• **DATA FOR ANALYSIS**
————————

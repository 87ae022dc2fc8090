import type { Place } from '../base/Problem.ts';

/** Text of a file that turns an index into a place that a person can find. */
export interface SourceText {
  readonly path: string;
  readonly text: string;
}

/** One-based line and column; a CR LF pair is one line break. */
export function placeAt({ path, text }: SourceText, index: number): Place {
  const before = text.slice(0, Math.max(0, index)).split(/\r\n|\r|\n/);
  return { path, line: before.length, column: before.at(-1)!.length + 1 };
}

/** Text with its markup taken away, and for each of its characters the index it came from. */
export interface PlainText {
  readonly text: string;
  readonly origins: readonly number[];
}

const predefined: ReadonlyMap<string, string> = new Map([
  ['&lt;', '<'],
  ['&gt;', '>'],
  ['&amp;', '&'],
  ['&quot;', '"'],
  ['&apos;', "'"],
]);

/** A stretch of content: a CDATA section, a comment, an entity reference, an element, or one character. */
const stretch = /<!\[CDATA\[([\s\S]*?)\]\]>|<!--[\s\S]*?-->|&[^;\s<&]*;?|<[^>]*>|[\s\S]/gu;

/**
 * Reads the content of an element between two indices.
 *
 * Only the five predefined entities are known: a deck cannot define any, so nothing can expand.
 * @returns the text, or the index and wording of the first markup that does not belong in it
 */
export function plainText(source: string, from: number, to: number): PlainText | UnexpectedMarkup {
  const pieces: string[] = [];
  const origins: number[] = [];
  const put = (piece: string, origin: number, step: 0 | 1) => {
    pieces.push(piece);
    for (let i = 0; i < piece.length; i++) origins.push(origin + i * step);
  };
  for (const match of source.slice(from, to).matchAll(stretch)) {
    const [whole, section] = match;
    const at = from + match.index;
    if (section !== undefined) put(section, at + '<![CDATA['.length, 1);
    else if (whole.startsWith('&')) {
      const character = predefined.get(whole);
      if (character === undefined) return { at, markup: whole };
      put(character, at, 0);
    } else if (whole.startsWith('<!--')) put(' ', at, 0);
    else if (whole.startsWith('<')) return { at, markup: whole };
    else put(whole, at, 1);
  }
  return { text: pieces.join(''), origins };
}

export interface UnexpectedMarkup {
  readonly at: number;
  readonly markup: string;
}
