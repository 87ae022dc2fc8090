import type { SizedDesign } from '../../generator/circuit/SizedDesign.ts';
import { sizeDesign } from '../../generator/circuit/sizeDesign.ts';
import { type ReadSpecification, readSpecification } from '../../generator/spec/readSpecification.ts';

/** A specification by its dotted keys, as a user would write each value. */
export type Keys = Readonly<Record<string, string | number | readonly string[]>>;

/** Read through the real reader, from a document; throws where the reader refuses. */
export async function requestOf(keys: Keys): Promise<ReadSpecification> {
  const outcome = await readSpecification({
    document: { name: 'spec.yaml', text: documentOf(keys) },
    flags: [],
    sets: [],
  });
  if (!outcome.ok) throw new Error(JSON.stringify(outcome.problems, null, 2));
  return outcome.value;
}

/** The design of a specification; throws where none is made. */
export async function designOf(keys: Keys): Promise<SizedDesign> {
  const outcome = sizeDesign(await requestOf(keys));
  if (!outcome.ok) throw new Error(JSON.stringify(outcome.problems, null, 2));
  return outcome.value;
}

function documentOf(keys: Keys): string {
  const root: Record<string, unknown> = {};
  for (const [path, value] of Object.entries(keys)) {
    const names = path.split('.');
    const last = names.pop()!;
    let group = root;
    for (const name of names) {
      group[name] ??= {};
      group = group[name] as Record<string, unknown>;
    }
    group[last] = value;
  }
  return JSON.stringify(root);
}
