import { outerInterval } from '../base/Quantity.ts';
import { resetTimeNeeded_s } from '../circuit/boardOpamp/resetTime.ts';
import { bipolar, followerLag_s, nodeCapacitance_F, opamp } from '../circuit/DeviceModels.ts';
import { currentSourceVoltages, rampFigures, senseAttenuation } from '../circuit/rampFigures.ts';
import type { SizedDesign } from '../circuit/SizedDesign.ts';
import { tripSignals } from '../circuit/tripSignals.ts';
import { cycleRatio } from '../law/innerLoop.ts';
import type { DesignQuantities } from './quantities.ts';

/** Divider filter and op-amp until a step of the input stands in the slope to one tenth: ln 10 time constants. */
const settlingTimeConstants = Math.log(10);

/** Capacitance at the comparator's input that the summing resistors have to charge [F] (common practice). */
const senseInput_F = 5e-12;

/** The named quantities of a design that its rules speak of, SI units, worst case where the name says so. */
export function ruleQuantities(design: SizedDesign): DesignQuantities {
  const { specification } = design.request;
  const input = outerInterval(specification.input_V);
  return {
    ...loopQuantities(design),
    ...rampQuantities(design),
    ...sourceQuantities(design),
    inputVoltageMax: input.high,
    inputVoltageMin: input.low,
    supplyVoltage: specification.ramp.supply_V.low,
    maximumDuty: specification.maximumDutyRatio,
    minimumOnTime: specification.minimumOnTime_s.high,
    switchingPeriod: design.demand.period_s,
  };
}

function loopQuantities({ request, chosen }: SizedDesign): DesignQuantities {
  const { min, max } = chosen.extremes;
  const { goal } = request.specification;
  return {
    dampingIndexMin: min.dampingIndex,
    dampingIndexMax: max.dampingIndex,
    dampingIndexGoal: goal.dampingIndex,
    dampingIndexCeiling: goal.ceilingIndex,
    cycleRatioMin: cycleRatio(min.dampingIndex),
    cycleRatioMax: cycleRatio(max.dampingIndex),
    realisedGain: chosen.realisedGain,
    requiredGain: chosen.required.gain,
    designGain: chosen.gain,
    gainExcess: chosen.realisedGain / chosen.gain - 1,
  };
}

function rampQuantities(design: SizedDesign): DesignQuantities {
  const { demand, sizing } = design;
  const low = rampFigures(design, demand.track_V.low);
  const high = rampFigures(design, demand.track_V.high);
  const parallel = (sizing.summing_ohm * sizing.sense_ohm) / (sizing.summing_ohm + sizing.sense_ohm);
  return {
    signalAtTripMin: tripSignals(design).leastSignal_V,
    signalFloor: design.request.specification.goal.signalFloor_V,
    rampAmplitudeMax: sizing.amplitude_V * sizing.spread.high,
    rampHeadroom: sizing.headroom.ramp_V,
    resetTime: demand.resetTime_s,
    resetTimeNeeded: resetTimeNeeded_s(demand, sizing.capacitance_F),
    residualVoltage: high.residual_V,
    residualRatio: high.residual_V / high.amplitude_V,
    timingCapacitance: sizing.capacitance_F,
    strayCapacitance: nodeCapacitance_F,
    chargingCurrentLow: low.chargingCurrent_A,
    chargingCurrentHigh: high.chargingCurrent_A,
    senseAttenuation: senseAttenuation(design),
    senseFilterTime: parallel * senseInput_F,
    injectionResistance: sizing.summing_ohm,
    rampToleranceRatio: 1 - sizing.spread.low,
    bufferLag: followerLag_s,
  };
}

function sourceQuantities(design: SizedDesign): DesignQuantities {
  const { demand, sizing } = design;
  const low = currentSourceVoltages(design, demand.track_V.low);
  const high = currentSourceVoltages(design, demand.track_V.high);
  const filter_s = sizing.divider.source_ohm * (sizing.divider.filter_F ?? opamp.inputCapacitance_F);
  return {
    mirrorHeadroom: demand.supply_V.low - high.degeneration_V - bipolar.baseEmitterHigh_V - high.set_V,
    mirrorHeadroomFloor: bipolar.saturation_V,
    mirrorDegeneration: low.degeneration_V,
    dividerResistance: sizing.divider.source_ohm,
    dividerBiasError: (opamp.inputBias_A * sizing.divider.source_ohm) / low.set_V,
    dividerSettlingTime: settlingTimeConstants * filter_s,
    controlVoltageLow: low.set_V,
  };
}
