import { outerInterval } from '../../generator/base/Quantity.ts';
import {
  type OperatingRegion,
  type RegionPoint,
  regionPoint,
} from '../../generator/region/OperatingRegion.ts';
import type { Specification } from '../../generator/spec/Specification.ts';

/** A generator of numbers from 0 to 1 that a seed repeats (mulberry32). */
export function randomFrom(seed: number): () => number {
  let state = seed | 0;
  return () => {
    state = (state + 0x6d2b79f5) | 0;
    let mixed = Math.imul(state ^ (state >>> 15), 1 | state);
    mixed = (mixed + Math.imul(mixed ^ (mixed >>> 7), 61 | mixed)) ^ mixed;
    return ((mixed ^ (mixed >>> 14)) >>> 0) / 4294967296;
  };
}

/**
 * Points of a region, drawn from the box of everything that varies and kept where the duty is allowed: no
 * vertex of the region is asked. Each coordinate is at one of its ends half of the time.
 */
export function randomPoints(
  specification: Specification,
  { stage }: OperatingRegion,
  count: number,
  seed: number,
): RegionPoint[] {
  const random = randomFrom(seed);
  const draw = (low: number, high: number) => {
    const share = random() < 0.5 ? Math.round(random()) : random();
    return low + (high - low) * share;
  };
  const { input_V, output_V, load_A, rectifierDrop_V, losses, maximumDutyRatio } = specification;
  const leastDuty = specification.minimumOnTime_s.high * specification.frequency_Hz.to.high;
  const input = outerInterval(input_V);
  const load = load_A === null ? { low: 0, high: 0 } : outerInterval(load_A);
  return Array.from({ length: count }).flatMap(() => {
    const index = output_V === null ? 0 : Math.floor(random() * output_V.length);
    const inputVoltage_V = draw(input.low, input.high);
    const span = output_V === null ? { low: 0, high: 10 * input.high } : outerInterval(output_V[index]!);
    const warmth = draw(0, 1);
    const ohm = (name: 'switch_ohm' | 'winding_ohm' | 'rectifier_ohm') =>
      losses === null ? 0 : losses[name].low + warmth * (losses[name].high - losses[name].low);
    const drops = {
      rectifierDrop_V: draw(rectifierDrop_V.low, rectifierDrop_V.high),
      switch_ohm: ohm('switch_ohm'),
      winding_ohm: ohm('winding_ohm'),
      rectifier_ohm: ohm('rectifier_ohm'),
    };
    const outputVoltage_V = draw(span.low, span.high);
    const at = { inputVoltage_V, outputVoltage_V, loadCurrent_A: draw(load.low, load.high) };
    const point = regionPoint(stage, at, drops, index);
    const isAllowed =
      point.swing_V > 0 && point.duty >= Math.max(0, leastDuty) && point.duty <= maximumDutyRatio;
    return isAllowed && point.down_V >= 0 ? [point] : [];
  });
}
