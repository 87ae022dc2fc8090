import { type Outcome, success } from '../base/Problem.ts';
import type { Rule, RuleDeck } from './RuleDeck.ts';

/**
 * Reads, checks and readies a user's own rule deck. The parsers load here, and only then.
 * @param text the XML, at most 256 Ki characters
 * @param name file name as the user gave it, for messages
 */
export async function loadUserDeck(text: string, name: string): Promise<Outcome<RuleDeck>> {
  const { readRuleDeck, interpret } = await import('./readRuleDeck.ts');
  const deck = readRuleDeck(text, name);
  return deck.ok ? success({ name, rules: deck.value.rules.map(interpret) }) : deck;
}

/** The rules of several decks: a later one replaces by id in place, and adds at the end what is new. */
export function mergeDecks(decks: readonly RuleDeck[]): readonly Rule[] {
  const rules = new Map<string, Rule>();
  for (const deck of decks) for (const rule of deck.rules) rules.set(rule.id, rule);
  return [...rules.values()];
}
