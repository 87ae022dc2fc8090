import fc from 'fast-check';
import type { Problem } from '../../generator/base/Problem.ts';
import type { SizedDesign } from '../../generator/circuit/SizedDesign.ts';
import { sizeDesign } from '../../generator/circuit/sizeDesign.ts';
import { randomKeys } from './randomSpec.ts';
import { type Keys, requestOf } from './request.ts';

interface Tried {
  readonly keys: Keys;
  readonly design: SizedDesign | null;
  readonly problems: readonly Problem[];
}

const known = new Map<number, Promise<readonly Tried[]>>();

/** Random specifications of the pinned seed with what became of them, sized once for all tests of a file. */
function tried(count: number): Promise<readonly Tried[]> {
  const found = known.get(count) ?? Promise.all(fc.sample(randomKeys, count).map(attempt));
  known.set(count, found);
  return found;
}

async function attempt(keys: Keys): Promise<Tried> {
  const outcome = sizeDesign(await requestOf({ ...keys, title: 'a\nb .subckt {{x}} "=1+1"' }));
  return outcome.ok
    ? { keys, design: outcome.value, problems: [] }
    : { keys, design: null, problems: outcome.problems };
}

/** Runs a check over every design among `count` random specifications; fewer than a quarter would be too few. */
export async function overDesigns(count: number, check: (design: SizedDesign) => void): Promise<void> {
  const designs = (await tried(count)).filter(({ design }) => design !== null);
  if (designs.length < count / 4) throw new Error(`only ${designs.length} of ${count} became a design`);
  for (const { keys, design } of designs) await named(keys, () => check(design!));
}

/** The same over every refusal; fewer than a sixth would be too few. */
export async function overRefusals(
  count: number,
  check: (keys: Keys, problems: readonly Problem[]) => void | Promise<void>,
): Promise<void> {
  const refusals = (await tried(count)).filter(({ design }) => design === null);
  if (refusals.length < count / 6) throw new Error(`only ${refusals.length} of ${count} were refused`);
  for (const { keys, problems } of refusals) await named(keys, () => check(keys, problems));
}

/** A failure says which specification it was. */
async function named(keys: Keys, check: () => void | Promise<void>): Promise<void> {
  try {
    await check();
  } catch (cause) {
    throw new Error(`${JSON.stringify(keys)}: ${(cause as Error).message}`, { cause });
  }
}
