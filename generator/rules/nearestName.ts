/**
 * The known name that a mistyped one most likely meant, or null where none is near.
 *
 * Optimal string alignment distance, letters of either case alike; near is a third of the length or less.
 */
export function nearestName(name: string, known: readonly string[]): string | null {
  if (name.length > 64) return null;
  const wanted = name.toLowerCase();
  const ranked = known
    .map((candidate) => ({ candidate, distance: editDistance(wanted, candidate.toLowerCase()) }))
    .sort((a, b) => a.distance - b.distance);
  const best = ranked[0];
  if (best === undefined) return null;
  return best.distance <= Math.max(2, Math.floor(wanted.length / 3)) ? best.candidate : null;
}

function editDistance(a: string, b: string): number {
  const rows: number[][] = [Array.from({ length: b.length + 1 }, (_, column) => column)];
  for (let i = 1; i <= a.length; i++) {
    const row = [i];
    for (let j = 1; j <= b.length; j++) {
      const substitution = rows[i - 1]![j - 1]! + (a[i - 1] === b[j - 1] ? 0 : 1);
      const plain = Math.min(rows[i - 1]![j]! + 1, row[j - 1]! + 1, substitution);
      const swapped = i > 1 && j > 1 && a[i - 1] === b[j - 2] && a[i - 2] === b[j - 1];
      row.push(swapped ? Math.min(plain, rows[i - 2]![j - 2]! + 1) : plain);
    }
    rows.push(row);
  }
  return rows[a.length]![b.length]!;
}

————————

• **WHAT IS EXPECTED**
All lines in the listing above from the line containing "const index = output_V" to the line containing "const ohm = (name: 'switch_ohm'", inclusive, should be retyped exactly; no other lines should appear.

• **WRITTEN REPLY**
    const index = output_V === null ? 0 : Math.floor(random() * output_V.length);
    const inputVoltage_V = draw(input.low, input.high);
    const span = output_V === null ? { low: 0, high: 10 * input.high } : outerInterval(output_V[index]!);
    const warmth = draw(0, 1);
    const ohm = (name: 'switch_ohm' | 'winding_ohm' | 'rectifier_ohm') =>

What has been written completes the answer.